* [Task prompt] Scan the entries for the word "table" and return every line that has it.

* [Record set]
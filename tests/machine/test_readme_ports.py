"""The table of ports in README against the models."""

import re
from pathlib import Path
from typing import get_args

from sheets.machine.gauges import AnyGauge
from sheets.machine.parts import Part

WITH_ALL = {"load_sensing": object(), "signal": object(), "has_case_drain": True}
"""What gives a part the ports that not every one of its kind has."""


def table(readme: str) -> dict[str, set[str]]:
    """Ports by kind, as README tells them."""
    told: dict[str, set[str]] = {}
    for row in readme.split("| kind | ports |")[1].split("\n\n")[0].splitlines()[2:]:
        kinds, ports = row.strip("| ").split(" | ")
        for kind in kinds.split(", "):
            assert kind not in told
            told[kind] = set(re.findall(r"\b[A-Z]{1,2}\b", ports))
    return told


def test_readme_tells_the_ports_of_every_kind(root: Path) -> None:
    models = [*get_args(get_args(Part)[0]), *get_args(get_args(AnyGauge)[0])]
    known: dict[str, set[str]] = {}
    for model in models:
        given = {key: value for key, value in WITH_ALL.items() if key in model.model_fields}
        made = model.model_construct(**given)
        ports = made.ports if hasattr(made, "ports") else made.PORTS
        for kind in get_args(model.model_fields["kind"].annotation):
            known[kind] = set(ports)
    assert table((root / "README.md").read_text(encoding="utf-8")) == known
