"""Limits of pumps and actuators, and a differential in place of a standby, as a user writes them."""

import pytest

from sheets.errors import InputError, Problem
from sheets.machine.loading import parse_machine
from sheets.machine.parts import Cylinder, VariablePump

PUMP = """    kind: variable pump
    displacement stop: 6 cm3/rev
    torque limit: 15 lbf ft
    compensator:
      lowest: 20 bar
      highest: 200 bar
      raises: clockwise
      where: upper screw
      key: hex 5 mm
    load sensing:
      given by: drawing 7
      differential: 18 bar
      differential flow: 8 L/min
      width: 4 bar
      port not connected: sealed
      sealed without bleed: yes
      lowest: 10 bar
      highest: 40 bar
      raises: clockwise
      where: lower screw
      key: hex 4 mm
"""


@pytest.fixture
def text(small_text: str) -> str:
    with_pump = small_text.replace("    kind: fixed pump\n", PUMP).replace("DV1.T]", "DV1.T, PU1.L]")
    return with_pump.replace("    rod: 36 mm\n", "    rod: 36 mm\n    structure force limit: 60 kN\n")


def one_problem(text: str) -> Problem:
    with pytest.raises(InputError) as caught:
        parse_machine(text.encode(), "small.yaml")
    (problem,) = caught.value.problems
    return problem


def test_limits_arrive_in_base_units(text: str) -> None:
    machine = parse_machine(text.encode(), "small.yaml")
    pump, cylinder = machine.parts["PU1"], machine.parts["CY1"]

    assert isinstance(pump, VariablePump)
    assert isinstance(cylinder, Cylinder)
    assert pump.displacement_stop_cm3 == 6.0
    # 15 × 0.3048 m × 4.4482216152605 N
    assert pump.torque_limit_nm == pytest.approx(20.337269, rel=1e-7)
    assert cylinder.structure_force_limit_kn == 60.0
    assert pump.load_sensing is not None
    assert pump.load_sensing.setting_bar is None
    assert (pump.load_sensing.differential_bar, pump.load_sensing.width_bar) == (18.0, 4.0)
    assert pump.load_sensing.sealed_without_bleed is True


@pytest.mark.parametrize(
    ("good", "bad", "place"),
    [
        ("stop: 6 cm3/rev", "stop: 9 cm3/rev", "PU1, displacement stop"),
        ("limit: 15 lbf ft", "limit: 2 N m", "PU1, torque limit"),
        ("limit: 60 kN", "limit: 0 kN", "CY1, structure force limit"),
        ("sealed\n", "drained\n", "PU1, load sensing, sealed without bleed"),
        (
            "      given by: drawing 7\n      differential",
            "      differential",
            "PU1, load sensing, given by",
        ),
    ],
)
def test_limit_that_cannot_be_true(text: str, good: str, bad: str, place: str) -> None:
    assert text.count(good) == 1

    assert one_problem(text.replace(good, bad)).where.endswith(place)


def test_differential_without_a_width_is_read_and_its_source_with_it(text: str) -> None:
    pump = parse_machine(text.replace("      width: 4 bar\n", "").encode(), "small.yaml").parts["PU1"]

    assert isinstance(pump, VariablePump)
    assert pump.load_sensing is not None
    assert pump.load_sensing.given_by == "drawing 7"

* [Problem solution]
"""The table of ports in README against the models."""
def table(readme: str) -> dict[str, set[str]]:
    assert table((root / "README.md").read_text(encoding="utf-8")) == known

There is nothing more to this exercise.